What the exercise asks:
Exactness is required throughout. Return every record once more.

Input data:
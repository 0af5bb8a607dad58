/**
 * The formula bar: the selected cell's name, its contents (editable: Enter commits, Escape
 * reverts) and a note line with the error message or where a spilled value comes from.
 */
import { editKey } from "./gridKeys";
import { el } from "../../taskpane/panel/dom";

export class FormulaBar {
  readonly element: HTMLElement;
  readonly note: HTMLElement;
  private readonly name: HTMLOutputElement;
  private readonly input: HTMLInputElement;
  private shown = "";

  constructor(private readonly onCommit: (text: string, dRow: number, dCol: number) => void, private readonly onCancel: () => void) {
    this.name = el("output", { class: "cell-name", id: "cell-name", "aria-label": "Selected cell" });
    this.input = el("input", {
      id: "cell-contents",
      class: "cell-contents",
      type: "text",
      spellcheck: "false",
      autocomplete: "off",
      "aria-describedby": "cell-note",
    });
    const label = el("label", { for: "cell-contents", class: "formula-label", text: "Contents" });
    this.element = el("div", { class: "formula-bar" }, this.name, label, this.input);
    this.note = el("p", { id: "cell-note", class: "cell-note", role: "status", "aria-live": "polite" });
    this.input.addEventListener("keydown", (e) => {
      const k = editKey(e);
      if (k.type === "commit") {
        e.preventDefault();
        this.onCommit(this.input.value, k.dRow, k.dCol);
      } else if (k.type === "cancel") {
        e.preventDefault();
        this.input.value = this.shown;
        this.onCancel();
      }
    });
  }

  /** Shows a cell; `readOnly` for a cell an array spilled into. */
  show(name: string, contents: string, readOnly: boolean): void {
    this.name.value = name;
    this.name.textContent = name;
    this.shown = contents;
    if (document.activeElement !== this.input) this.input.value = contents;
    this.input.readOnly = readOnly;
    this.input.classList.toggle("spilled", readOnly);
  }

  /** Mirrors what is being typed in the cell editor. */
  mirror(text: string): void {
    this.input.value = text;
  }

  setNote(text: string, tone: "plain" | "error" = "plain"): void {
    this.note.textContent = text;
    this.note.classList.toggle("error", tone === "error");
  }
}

Response:
repository 0af5bb8a607dad58
/**
 * The formula bar: the selected cell's name, its contents (editable: Enter commits, Escape
 * reverts) and a note line with the error message or where a spilled value comes from.
 */
import { editKey } from "./gridKeys";
import { el } from "../../taskpane/panel/dom";

export class FormulaBar {
  readonly element: HTMLElement;
  readonly note: HTMLElement;
  private readonly name: HTMLOutputElement;
  private readonly input: HTMLInputElement;
  private shown = "";

  constructor(private readonly onCommit: (text: string, dRow: number, dCol: number) => void, private readonly onCancel: () => void) {
    this.name = el("output", { class: "cell-name", id: "cell-name", "aria-label": "Selected cell" });
    this.input = el("input", {
      id: "cell-contents",
      class: "cell-contents",
      type: "text",
      spellcheck: "false",
      autocomplete: "off",
      "aria-describedby": "cell-note",
    });
    const label = el("label", { for: "cell-contents", class: "formula-label", text: "Contents" });
    this.element = el("div", { class: "formula-bar" }, this.name, label, this.input);
    this.note = el("p", { id: "cell-note", class: "cell-note", role: "status", "aria-live": "polite" });
    this.input.addEventListener("keydown", (e) => {
      const k = editKey(e);
      if (k.type === "commit") {
        e.preventDefault();
        this.onCommit(this.input.value, k.dRow, k.dCol);
      } else if (k.type === "cancel") {
        e.preventDefault();
        this.input.value = this.shown;
        this.onCancel();
      }
    });
  }

  /** Shows a cell; `readOnly` for a cell an array spilled into. */
  show(name: string, contents: string, readOnly: boolean): void {
    this.name.value = name;
    this.name.textContent = name;
    this.shown = contents;
    if (document.activeElement !== this.input) this.input.value = contents;
    this.input.readOnly = readOnly;
    this.input.classList.toggle("spilled", readOnly);
  }

  /** Mirrors what is being typed in the cell editor. */
  mirror(text: string): void {
    this.input.value = text;
  }

  setNote(text: string, tone: "plain" | "error" = "plain"): void {
    this.note.textContent = text;
    this.note.classList.toggle("error", tone === "error");
  }
}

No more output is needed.